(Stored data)
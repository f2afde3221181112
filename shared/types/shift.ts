// The shift as every route replies with it (GET/POST/PATCH /api/shifts…), used by server and client
// alike: one definition. Pure types: no Vue or Nitro.
import type { LightRequirement } from '../light'
import type { ReviewReason, ReviewReasonDetail } from '../review'

export type ReviewState = 'not-needed' | 'pending' | 'approved' | 'rejected' | 'changes-requested'
export type ReviewDecision = Exclude<ReviewState, 'not-needed' | 'pending'>
export type ShiftConflictKind = 'overlap' | 'rest' | 'long' | 'unavailable' | 'weekly'

/** A work-rule warning: overlap, too little rest, too long, or an assignee away. */
export interface ShiftConflict {
  kind: ShiftConflictKind
  // null for a warning about the shift itself ('long')
  personId: number | null
  personName: string | null
  otherShiftId: number | null
  message: string
}

/** The latest safety decision on a shift. */
export interface ShiftReview {
  decision: ReviewDecision
  mitigations: string[]
  note: string
  reviewerName: string
  at: string
  // false when the shift changed after this decision
  current: boolean
}

/** One shift as the API returns it. */
export interface ShiftReply {
  id: number
  siteId: number
  siteName: string
  timezone: string
  title: string
  start: string
  end: string
  light: LightRequirement
  notes: string
  assigneeIds: number[]
  assignees: { id: number, name: string }[]
  // minutes of travel each way; the light check covers the outing, checkedFrom to checkedTo (the
  // server always sets all three; optional so that client fixtures of the first round still type)
  travelMinutes?: number
  lightCheck: { requirement: LightRequirement, minutesBelow: number, flagged: boolean, checkedFrom?: string, checkedTo?: string }
  reviewState: ReviewState
  // why the shift needs a safety decision (empty when none), and the figure behind each reason
  reviewReasons: ReviewReason[]
  reviewReasonDetails: ReviewReasonDetail[]
  // the latest safety decision, if any (it may predate a change that reopened the shift)
  review: ShiftReview | null
  conflictOverride: string | null
  // work-rule warnings (overlap, rest, long, unavailable) against the people's other shifts
  conflicts: ShiftConflict[]
  version: number
  cancelled: boolean
  // the operator's most severe weather-hold level reached in the forecast hours of the outing
  weatherHold?: ShiftWeatherHold | null
  // the rotation that made this shift, or null for a shift made on its own
  rotationId: number | null
  // set on create/patch replies when a wall-clock time fell in a clock-change gap or overlap
  timeNotes?: string[]
}

/** A weather hold on a shift (docs/api.md: level, at, cause), with the level's advice and the figures. */
export interface ShiftWeatherHold {
  level: string
  at: string
  cause: 'windKmh' | 'windChillC' | 'visibilityM'
  advice: string
  /** The hour's figure that reached the level (km/h, °C or m) and the level's own figure. */
  value: number
  limit: number
}

/** One of the operator's weather-hold levels (GET/PATCH /api/settings/holds); a figure left out is not part of it. */
export interface HoldLevel {
  name: string
  /** Reached when the wind (10 m, km/h) is at or above it. */
  windKmh?: number | null
  /** Reached when the wind chill (°C) is at or below it. */
  windChillC?: number | null
  /** Reached when the visibility (m) is at or below it. */
  visibilityM?: number | null
  advice: string
}
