// Proposes slots for a task at a site: wholly in the light it needs, clear of the people's other
// shifts, blocked spans and work rules. `from` and `to` are local dates in the site's zone, both
// inclusive, at most 90 days. Searching writes nothing; a slot becomes a shift through POST /api/shifts.
export default defineEventHandler(async (event) => {
  await requireRole(event, 'coordinator')
  const body = await readBodyAs(event, SlotSearchBodySchema)
  return searchSlots(useDB(), body)
})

## AIM OF THE EXERCISE:
Nothing in the data may be left out; copy every line exactly.

## PROBLEM SOLUTION:
repository f2afde3221181112
filename shared/types/shift.ts
// The shift as every route replies with it (GET/POST/PATCH /api/shifts…), used by server and client
// alike: one definition. Pure types: no Vue or Nitro.
import type { LightRequirement } from '../light'
import type { ReviewReason, ReviewReasonDetail } from '../review'

export type ReviewState = 'not-needed' | 'pending' | 'approved' | 'rejected' | 'changes-requested'
export type ReviewDecision = Exclude<ReviewState, 'not-needed' | 'pending'>
export type ShiftConflictKind = 'overlap' | 'rest' | 'long' | 'unavailable' | 'weekly'

/** A work-rule warning: overlap, too little rest, too long, or an assignee away. */
export interface ShiftConflict {
  kind: ShiftConflictKind
  // null for a warning about the shift itself ('long')
  personId: number | null
  personName: string | null
  otherShiftId: number | null
  message: string
}

/** The latest safety decision on a shift. */
export interface ShiftReview {
  decision: ReviewDecision
  mitigations: string[]
  note: string
  reviewerName: string
  at: string
  // false when the shift changed after this decision
  current: boolean
}

/** One shift as the API returns it. */
export interface ShiftReply {
  id: number
  siteId: number
  siteName: string
  timezone: string
  title: string
  start: string
  end: string
  light: LightRequirement
  notes: string
  assigneeIds: number[]
  assignees: { id: number, name: string }[]
  // minutes of travel each way; the light check covers the outing, checkedFrom to checkedTo (the
  // server always sets all three; optional so that client fixtures of the first round still type)
  travelMinutes?: number
  lightCheck: { requirement: LightRequirement, minutesBelow: number, flagged: boolean, checkedFrom?: string, checkedTo?: string }
  reviewState: ReviewState
  // why the shift needs a safety decision (empty when none), and the figure behind each reason
  reviewReasons: ReviewReason[]
  reviewReasonDetails: ReviewReasonDetail[]
  // the latest safety decision, if any (it may predate a change that reopened the shift)
  review: ShiftReview | null
  conflictOverride: string | null
  // work-rule warnings (overlap, rest, long, unavailable) against the people's other shifts
  conflicts: ShiftConflict[]
  version: number
  cancelled: boolean
  // the operator's most severe weather-hold level reached in the forecast hours of the outing
  weatherHold?: ShiftWeatherHold | null
  // the rotation that made this shift, or null for a shift made on its own
  rotationId: number | null
  // set on create/patch replies when a wall-clock time fell in a clock-change gap or overlap
  timeNotes?: string[]
}

/** A weather hold on a shift (docs/api.md: level, at, cause), with the level's advice and the figures. */
export interface ShiftWeatherHold {
  level: string
  at: string
  cause: 'windKmh' | 'windChillC' | 'visibilityM'
  advice: string
  /** The hour's figure that reached the level (km/h, °C or m) and the level's own figure. */
  value: number
  limit: number
}

/** One of the operator's weather-hold levels (GET/PATCH /api/settings/holds); a figure left out is not part of it. */
export interface HoldLevel {
  name: string
  /** Reached when the wind (10 m, km/h) is at or above it. */
  windKmh?: number | null
  /** Reached when the wind chill (°C) is at or below it. */
  windChillC?: number | null
  /** Reached when the visibility (m) is at or below it. */
  visibilityM?: number | null
  advice: string
}
// Proposes slots for a task at a site: wholly in the light it needs, clear of the people's other
// shifts, blocked spans and work rules. `from` and `to` are local dates in the site's zone, both
// inclusive, at most 90 days. Searching writes nothing; a slot becomes a shift through POST /api/shifts.
export default defineEventHandler(async (event) => {
  await requireRole(event, 'coordinator')
  const body = await readBodyAs(event, SlotSearchBodySchema)
  return searchSlots(useDB(), body)
})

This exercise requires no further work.